Background: Understanding the impact of selection and medical education on practice intentions and eventual practice is an essential component of training a fit-for-purpose health workforce distributed according to population need. Existing evidence comes largely from high-income settings and neglects contextual factors. This paper describes the practice intentions of entry and exit cohorts of medical students across low and high income settings and the correlation of student characteristics with these intentions.

Methods: The Training for Health Equity Network (THEnet) Graduate Outcome Study (GOS) is an international prospective cohort study tracking learners throughout training and ten years into practice as part of the longitudinal impact assessment described in THEnet’s Evaluation Framework. THEnet is an international community of practice of twelve medical schools with a social accountability mandate. Data presented here include cross-sectional entry and exit data obtained from different cohorts of medical students involving eight medical schools in six countries and five continents. Binary logistic regression was used to create adjusted odds ratios for associations with practice intent.

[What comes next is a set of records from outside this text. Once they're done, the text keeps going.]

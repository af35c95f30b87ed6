//! The test of runs about the median against a published example, tables and enumeration.

use risefall::null_distribution::runs_of_two;
use serde_json::{Value, json};

use crate::reference::{ask, close, data, fact, file, oracle, published};

/// NIST/SEMATECH e-Handbook, section 1.3.5.13, deflections LEW.DAT: Z = 2.6938 without continuity correction.
#[test]
fn beam_deflections() {
    let case = published("runs_median", "nist_runs_lew");
    let (_, outcome) = ask("runs-about-median", json!({ "readings": data(&case) }));
    let outcome = outcome.unwrap();
    let printed = case["published"]["Z"].as_f64().unwrap();
    assert!((fact(&outcome, "z") - printed).abs() < 0.5e-4);
    let recomputed = &case["recomputed"];
    assert_eq!(outcome.statistic.value, recomputed["runs"].as_f64().unwrap());
    close(outcome.p.value, &recomputed["p_exact_two_doubled"], 1e-11, "p");
    let (_, by_probability) = ask("runs-about-median", json!({ "readings": data(&case), "two_sided": "probability" }));
    close(by_probability.unwrap().p.value, &recomputed["p_exact_two_by_probability"], 1e-11, "p by probability");
}

/// Reference values by enumeration; `made_by` in the file says with what they were cross-checked.
#[test]
fn reference_values() {
    let mut checked = 0;
    for case in oracle("runs_median") {
        for (word, rule) in [("drop", "drop"), ("above", "ge"), ("below", "gt")] {
            let what = format!("{} {rule}", case["id"]);
            let expected = &case["expected"][rule];
            let body = |extra: Value| {
                let mut body = json!({ "readings": data(&case), "on_median": word });
                body.as_object_mut().unwrap().extend(extra.as_object().unwrap().clone());
                body
            };
            let (_, outcome) = ask("runs-about-median", body(json!({})));
            let outcome = outcome.unwrap();
            for (key, name) in [("above", "n_above"), ("below", "n_below"), ("runs", "runs")] {
                assert_eq!(fact(&outcome, key), expected[name].as_f64().unwrap(), "{what} {key}");
            }
            for (key, name) in
                [("p_smooth", "p_exact_few"), ("p_alternating", "p_exact_many"), ("p_either", "p_exact_two_doubled")]
            {
                close(fact(&outcome, key), &expected[name], 1e-11, &format!("{what} {key}"));
            }
            close(fact(&outcome, "expected"), &expected["mean"], 1e-12, &what);
            let (_, by_probability) = ask("runs-about-median", body(json!({ "two_sided": "probability" })));
            close(by_probability.unwrap().p.value, &expected["p_exact_two_by_probability"], 1e-11, &what);
            if !expected["z"].is_null() {
                close(fact(&outcome, "variance"), &expected["var"], 1e-12, &what);
                close(fact(&outcome, "z"), &expected["z"], 1e-12, &what);
                let (_, normal) = ask("runs-about-median", body(json!({ "p_by": "normal" })));
                close(normal.unwrap().p.value, &expected["p_two_cc"], 1e-9, &what);
            }
            checked += 1;
        }
    }
    assert!(checked >= 30, "only {checked} reference values were found");
}

/// Swed and Eisenhart's table of critical numbers of runs (one-sided 2.5 %), verified by enumeration. For 3 and 14 members the
/// chance of at most three runs is 17/680, which is 2.5 % exactly, up to the last digit of a sum.
#[test]
fn critical_numbers_of_runs() {
    let table = file("tables.json")["runs_two_sample_critical_0.05"]["table"].clone();
    let risk = 0.025 * (1.0 + 1e-14);
    let mut checked = 0;
    for (sizes, row) in table.as_object().unwrap() {
        let (first, second) = sizes.split_once(',').unwrap();
        let null = runs_of_two::runs(first.parse().unwrap(), second.parse().unwrap());
        let values: Vec<i64> = null.points().map(|(value, _)| value).collect();
        let few = values.iter().rev().find(|&&value| null.tails(value).lower <= risk).copied();
        let many = values.iter().find(|&&value| null.tails(value).upper <= risk).copied();
        assert_eq!((few, many), (row[0].as_i64(), row[1].as_i64()), "{sizes}");
        checked += 1;
    }
    assert!(checked >= 190, "only {checked} entries of the table were checked");
}

/// Limits below the median are on its low side; a median that depends on them cannot be used.
#[test]
fn limits_are_placed_where_that_is_certain() {
    let (_, outcome) = ask("runs-about-median", json!({ "readings": "<0.5, <0.5, 0.9, 0.8, 0.7, <0.5, 0.6" }));
    let outcome = outcome.unwrap();
    assert_eq!((fact(&outcome, "above"), fact(&outcome, "below"), fact(&outcome, "runs")), (3.0, 3.0, 3.0));
    let (_, refused) = ask("runs-about-median", json!({ "readings": "<0.5, <0.5, <0.5, 0.7, 0.6" }));
    assert!(refused.unwrap_err().to_string().starts_with("the median depends on readings known only as limits"));
}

Results: Findings from 3346 learners from eight THEnet medical schools in 6 countries collected between 2012 and 2016 are presented. A high proportion of study respondents at these schools come from rural and disadvantaged backgrounds and these respondents are more likely than others to express an intention to work in underserved locations after graduation at both entry and exit from medical school. After adjusting for confounding factors, rural and low income background and regional location of medical school were the most important predictors of intent to practice in a rural location. For schools in the Philippines and Africa, intention to emigrate was more likely for respondents from high income and urban backgrounds.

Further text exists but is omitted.